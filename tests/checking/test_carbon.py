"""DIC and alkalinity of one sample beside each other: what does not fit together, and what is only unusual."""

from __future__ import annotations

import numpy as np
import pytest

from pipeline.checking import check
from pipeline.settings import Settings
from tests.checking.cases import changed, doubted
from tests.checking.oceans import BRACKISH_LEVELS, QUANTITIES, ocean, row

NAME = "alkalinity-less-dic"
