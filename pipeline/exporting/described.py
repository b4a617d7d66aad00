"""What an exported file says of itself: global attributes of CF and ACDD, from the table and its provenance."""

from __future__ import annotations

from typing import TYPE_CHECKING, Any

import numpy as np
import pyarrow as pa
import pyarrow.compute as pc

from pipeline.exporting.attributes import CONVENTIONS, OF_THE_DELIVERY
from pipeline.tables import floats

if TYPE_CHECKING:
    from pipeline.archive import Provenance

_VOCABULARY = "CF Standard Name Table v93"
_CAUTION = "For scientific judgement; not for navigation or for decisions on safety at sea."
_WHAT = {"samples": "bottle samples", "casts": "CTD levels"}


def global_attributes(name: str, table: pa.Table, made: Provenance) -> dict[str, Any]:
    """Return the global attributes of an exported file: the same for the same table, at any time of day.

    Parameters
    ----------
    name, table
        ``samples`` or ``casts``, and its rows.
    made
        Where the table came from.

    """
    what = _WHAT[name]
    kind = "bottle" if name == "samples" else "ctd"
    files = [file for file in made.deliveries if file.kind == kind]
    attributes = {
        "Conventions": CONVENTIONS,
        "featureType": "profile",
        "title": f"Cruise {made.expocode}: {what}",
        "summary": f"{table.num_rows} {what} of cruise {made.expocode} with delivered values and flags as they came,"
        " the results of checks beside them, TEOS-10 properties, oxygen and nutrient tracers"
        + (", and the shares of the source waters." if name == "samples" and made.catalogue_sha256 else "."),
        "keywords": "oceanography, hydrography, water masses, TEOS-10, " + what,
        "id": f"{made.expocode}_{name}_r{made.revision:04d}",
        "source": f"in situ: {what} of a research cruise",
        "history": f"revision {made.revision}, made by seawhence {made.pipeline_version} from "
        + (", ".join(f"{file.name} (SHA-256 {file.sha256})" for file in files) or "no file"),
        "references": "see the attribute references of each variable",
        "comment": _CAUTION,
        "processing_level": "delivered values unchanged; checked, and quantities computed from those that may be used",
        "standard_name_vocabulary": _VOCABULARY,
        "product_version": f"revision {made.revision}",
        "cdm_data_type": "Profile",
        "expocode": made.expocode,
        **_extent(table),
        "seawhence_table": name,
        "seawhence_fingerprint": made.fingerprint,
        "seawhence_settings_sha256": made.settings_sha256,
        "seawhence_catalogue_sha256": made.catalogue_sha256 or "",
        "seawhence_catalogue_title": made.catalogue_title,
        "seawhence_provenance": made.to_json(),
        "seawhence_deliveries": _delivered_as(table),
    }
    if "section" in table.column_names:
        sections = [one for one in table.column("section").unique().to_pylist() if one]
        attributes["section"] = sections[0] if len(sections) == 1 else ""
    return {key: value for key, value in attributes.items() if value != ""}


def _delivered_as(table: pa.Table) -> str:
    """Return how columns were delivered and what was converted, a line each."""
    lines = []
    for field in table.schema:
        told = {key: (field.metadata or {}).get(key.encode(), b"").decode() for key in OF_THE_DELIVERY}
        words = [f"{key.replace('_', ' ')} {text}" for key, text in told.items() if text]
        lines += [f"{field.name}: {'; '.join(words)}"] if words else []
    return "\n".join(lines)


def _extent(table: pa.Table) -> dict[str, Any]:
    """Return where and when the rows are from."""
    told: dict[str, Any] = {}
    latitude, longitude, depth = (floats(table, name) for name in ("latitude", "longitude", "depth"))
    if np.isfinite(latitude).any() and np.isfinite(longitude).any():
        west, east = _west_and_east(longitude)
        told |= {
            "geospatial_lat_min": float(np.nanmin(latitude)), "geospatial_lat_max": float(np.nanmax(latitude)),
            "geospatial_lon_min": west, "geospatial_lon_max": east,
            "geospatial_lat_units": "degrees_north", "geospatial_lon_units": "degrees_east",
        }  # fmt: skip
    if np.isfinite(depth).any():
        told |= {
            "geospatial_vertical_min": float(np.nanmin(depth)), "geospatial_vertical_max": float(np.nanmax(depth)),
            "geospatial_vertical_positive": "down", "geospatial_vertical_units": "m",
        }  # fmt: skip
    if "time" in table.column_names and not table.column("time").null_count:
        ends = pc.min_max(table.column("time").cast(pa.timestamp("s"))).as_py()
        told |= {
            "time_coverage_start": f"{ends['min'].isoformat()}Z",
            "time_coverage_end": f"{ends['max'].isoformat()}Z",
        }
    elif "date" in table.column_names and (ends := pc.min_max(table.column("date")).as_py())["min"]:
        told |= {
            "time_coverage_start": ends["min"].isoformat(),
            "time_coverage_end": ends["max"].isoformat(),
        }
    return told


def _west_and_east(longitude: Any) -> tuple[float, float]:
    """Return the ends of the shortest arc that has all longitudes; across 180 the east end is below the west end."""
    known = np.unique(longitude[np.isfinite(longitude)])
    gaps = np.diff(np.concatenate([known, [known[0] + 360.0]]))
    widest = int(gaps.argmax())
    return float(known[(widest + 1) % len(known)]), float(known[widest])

» **ACTIVITY**
Taking the records above as input, show every line in which the word "alkalinity" is present.

» **THE COMPLETED TASK**
"""DIC and alkalinity of one sample beside each other: what does not fit together, and what is only unusual."""
NAME = "alkalinity-less-dic"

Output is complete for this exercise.